Patung yang diresmikan Zulkifli pada 17 Juli 2017 atau bertepatan dengan ulang tahun kelenteng kemudian menjadi daya tarik wisatawan. Belakangan, keberadaan patung setinggi 30,4 meter itu diributkan banyak pihak lantaran diduga menyalahi aturan.
"Sebagai ketua MPR saya diminta untuk hadir dalam peringatan ulang tahun Kwan Sing Tee Koen ke-1857. Undangan ini saya penuhi dengan itikad baik persaudaraan," ujar Zulkifli dalam pernyataannya, Selasa malam (1/8).
Dia menggarisbawahi bahwa perihal izin pendirian patung, ketinggian dan ukuran bukanlah wewenangnya sebagai pimpinan lembaga tinggi negara.
"Saya datang dalam rangkaian acara peringatan ulang tahun/memorial, bukan mengizinkan pendirian patung," kata Zulkifli.
Ditambahkan Zulkifli, sudah menjadi tugasnya sebagai ketua MPR dalam menjaga keberagaman di Indonesia.
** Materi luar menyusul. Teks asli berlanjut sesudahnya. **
// A synthetic shunt-thru measurement of an invented capacitor (100 nF, 18 mΩ ESR, 0.45 nH ESL, 1 GΩ leak),
// written as a Touchstone two-port file: 401 points from 100 kHz to 1 GHz, 0.05 dB and 0.3° of seeded noise
// on its impedance (test/measure/synthetic.ts). S21 of a shunt impedance is 2Z/(2Z + Z0) and S11 is
// −Z0/(2Z + Z0) (Pozar, Microwave Engineering, 4th ed., table 4.2), computed with complex.js.

import { Complex } from 'complex.js';
import { writeFileSync } from 'node:fs';
import { capacitor as C, inductor as L, parallel, resistor as R, series } from '../../src/circuit/element.js';
import { writeTouchstone } from '../../src/measure/touchstone-write.js';
import { logFrequencies, synthesise } from './synthetic.js';

export const CAPACITOR_TRUTH = { nominal: 100e-9, esr: 0.018, esl: 0.45e-9 };
const capacitorTree = series(R(CAPACITOR_TRUTH.esr), L(CAPACITOR_TRUTH.esl), parallel(C(CAPACITOR_TRUTH.nominal), R(1e9)));

/** Write the measurement to `path` (Z0 = 50 Ω, magnitude-angle, MHz) and return the path. */
export function capacitorShuntThruFile(path: string): string {
  const s = synthesise(capacitorTree, logFrequencies(1e5, 1e9, 401), { db: 0.05, deg: 0.3, seed: 21 });
  const re = new Float64Array(4 * 401);
  const im = new Float64Array(4 * 401);
  for (let k = 0; k < 401; k++) {
    const z = new Complex(s.re[k], s.im[k]);
    const d = z.mul(2).add(50);
    const s11 = new Complex(-50, 0).div(d);
    const s21 = z.mul(2).div(d);
    [s11, s21, s21, s11].forEach((v, i) => ((re[4 * k + i] = v.re), (im[4 * k + i] = v.im)));
  }
  writeFileSync(path, writeTouchstone({ version: 1, ports: 2, parameter: 'S', format: 'MA', unit: 'MHz', reference: 50, frequencies: s.frequencies, re, im, digits: 9, comments: ['synthetic test measurement'] }));
  return path;
}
Termasuk juga dalam menghormati undangan dari pemeluk agama lain.
"Kewajiban ketua MPR adalah menjaga kebhinnekaan, merawat keberagaman dan mengayomi semua golongan, termasuk kelompok Tionghoa di Tuban. Kita semua adalah saudara sebangsa," imbuhnya.
Patung dewa raksasa di Kelenteng Kwan Sing Bio belakangan diketahui belum memiliki izin pendirian dari pemerintah daerah. Meski begitu, patung yang menggambarkan sosok Kong Co Kwan Sing Tee Koen dengan memegang pedang berdiri gagah di sebelah selatan kompleks kelenteng. Didominasi warna hijau, kuning emas serta coklat, patung dengan anggaran pembangunan Rp 2,5 miliar itu berdiri menjulang dan menjadi yang terbesar di Asia Tenggara.